[Given data]

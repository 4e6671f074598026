import type { DataSource } from 'typeorm';
import type { WatchResponse, WhereToSeeQuery, WhereToSeeResponse } from '../../../shared/schemas/watch';
import { CaptionTrack } from '../../db/entities/caption-track.entity';
import { Cultivar } from '../../db/entities/cultivar.entity';
import { Stop } from '../../db/entities/stop.entity';
import { Tour } from '../../db/entities/tour.entity';
import type { User } from '../../db/entities/user.entity';
import { NotFound } from '../../errors/http-error';
import { presentCultivarSummary } from '../cultivars/cultivar.presenter';
import { canSeeCultivar, cultivarByIdOrSlug } from '../cultivars/cultivar.service';
import { chapterTitle } from '../stops/stop.presenter';
import { canViewTour } from '../tours/tour.policy';
import { presentTour } from '../tours/tour.presenter';
import { publishedMoments } from './published-moments';
import { momentLink, momentThumbnail } from './thumbnail.presenter';
import { TreeCardCache } from './tree-card.presenter';

/**
 * The tour page in one response, and "where to see it" for a record. Both run a fixed number of
 * queries whatever the number of stops or moments: the tour with its author, its stops with their
 * records and its caption tracks, side by side.
 */
export class WatchService {
  private readonly cards = new TreeCardCache();

  constructor(private readonly dataSource: DataSource) {}

  /** Everything the watch page needs; visibility is the tour's (drafts only to their editors). */
  async watch(tourId: number, viewer: User | undefined): Promise<WatchResponse> {
    // Three queries side by side; the tour is one query (a findOne with a relation would add a
    // DISTINCT pre-query). Nothing is sent before the visibility check below, same rule as TourService.getVisible.
    const [tour, stops, tracks] = await Promise.all([
      this.dataSource.getRepository(Tour).createQueryBuilder('t').leftJoinAndSelect('t.author', 'a').where('t.id = :tourId', { tourId }).getOne(),
      this.dataSource.getRepository(Stop).find({ where: { tourId }, relations: { cultivar: true }, order: { startMs: 'ASC', id: 'ASC' } }),
      this.dataSource.getRepository(CaptionTrack).find({ where: { tourId }, order: { id: 'ASC' } }),
    ]);
    if (!tour || !canViewTour(viewer, tour)) throw new NotFound('No such tour.');
    return {
      tour: presentTour(tour, viewer, null),
      stops: stops.map((s) => ({
        id: s.id,
        startMs: s.startMs,
        endMs: s.endMs,
        title: s.title,
        chapterTitle: chapterTitle(s),
        thumbnail: momentThumbnail(tour, s.startMs),
        cultivar: s.cultivar ? this.cards.card(s.cultivar) : null,
      })),
      captions: {
        tracks: tracks.map((t) => ({
          id: t.id,
          lang: t.lang,
          label: t.label,
          version: t.version,
          vttUrl: `/api/tracks/${t.id}/export.vtt`,
          transcriptUrl: `/api/tours/${tourId}/transcript?lang=${encodeURIComponent(t.lang)}`,
        })),
        defaultTrackId: tracks[0]?.id ?? null,
        chaptersUrl: `/api/tours/${tourId}/chapters.vtt`,
        metadataUrl: `/api/tours/${tourId}/metadata.vtt`,
      },
    };
  }

  /** A record by id or slug as the viewer may see it: proposals only to their proposer and moderators. */
  private async visibleCultivar(idOrSlug: string, viewer: User | undefined): Promise<Cultivar> {
    const c = await this.dataSource.getRepository(Cultivar).findOneBy(cultivarByIdOrSlug(idOrSlug));
    if (!c || !canSeeCultivar(c, viewer)) throw new NotFound('No such cultivar record.');
    return c;
  }

  /**
   * Every stop of a published tour linked to the record, in order of tour date: when it was filmed,
   * else when it was published; oldest first by default (the tree through the years), or newest.
   */
  async whereToSee(idOrSlug: string, viewer: User | undefined, q: WhereToSeeQuery): Promise<WhereToSeeResponse> {
    const cultivar = await this.visibleCultivar(idOrSlug, viewer);
    const { moments, total } = await publishedMoments(this.dataSource, [cultivar.id], {
      order: q.order,
      page: { offset: (q.page - 1) * q.pageSize, limit: q.pageSize },
    });
    return {
      cultivar: presentCultivarSummary(cultivar),
      order: q.order,
      total,
      page: q.page,
      pageSize: q.pageSize,
      items: moments.map((s) => {
        const t = s.tour;
        return {
          tourId: t.id,
          tourTitle: t.title,
          garden: t.garden,
          filmedOn: t.filmedOn,
          publishedAt: t.publishedAt?.toISOString() ?? null,
          author: { id: t.authorId, displayName: t.author?.displayName ?? '' },
          stopId: s.id,
          stopTitle: s.title.trim() || cultivar.acceptedName,
          startMs: s.startMs,
          endMs: s.endMs,
          thumbnail: momentThumbnail(t, s.startMs),
          link: momentLink(t.id, s.startMs),
        };
      }),
    };
  }
}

[/Given data]

§ **Problem**:
What lines above contain "when"? Copy them out.

§ **Exercise answer**:
   * Every stop of a published tour linked to the record, in order of tour date: when it was filmed,
   * else when it was published; oldest first by default (the tree through the years), or newest.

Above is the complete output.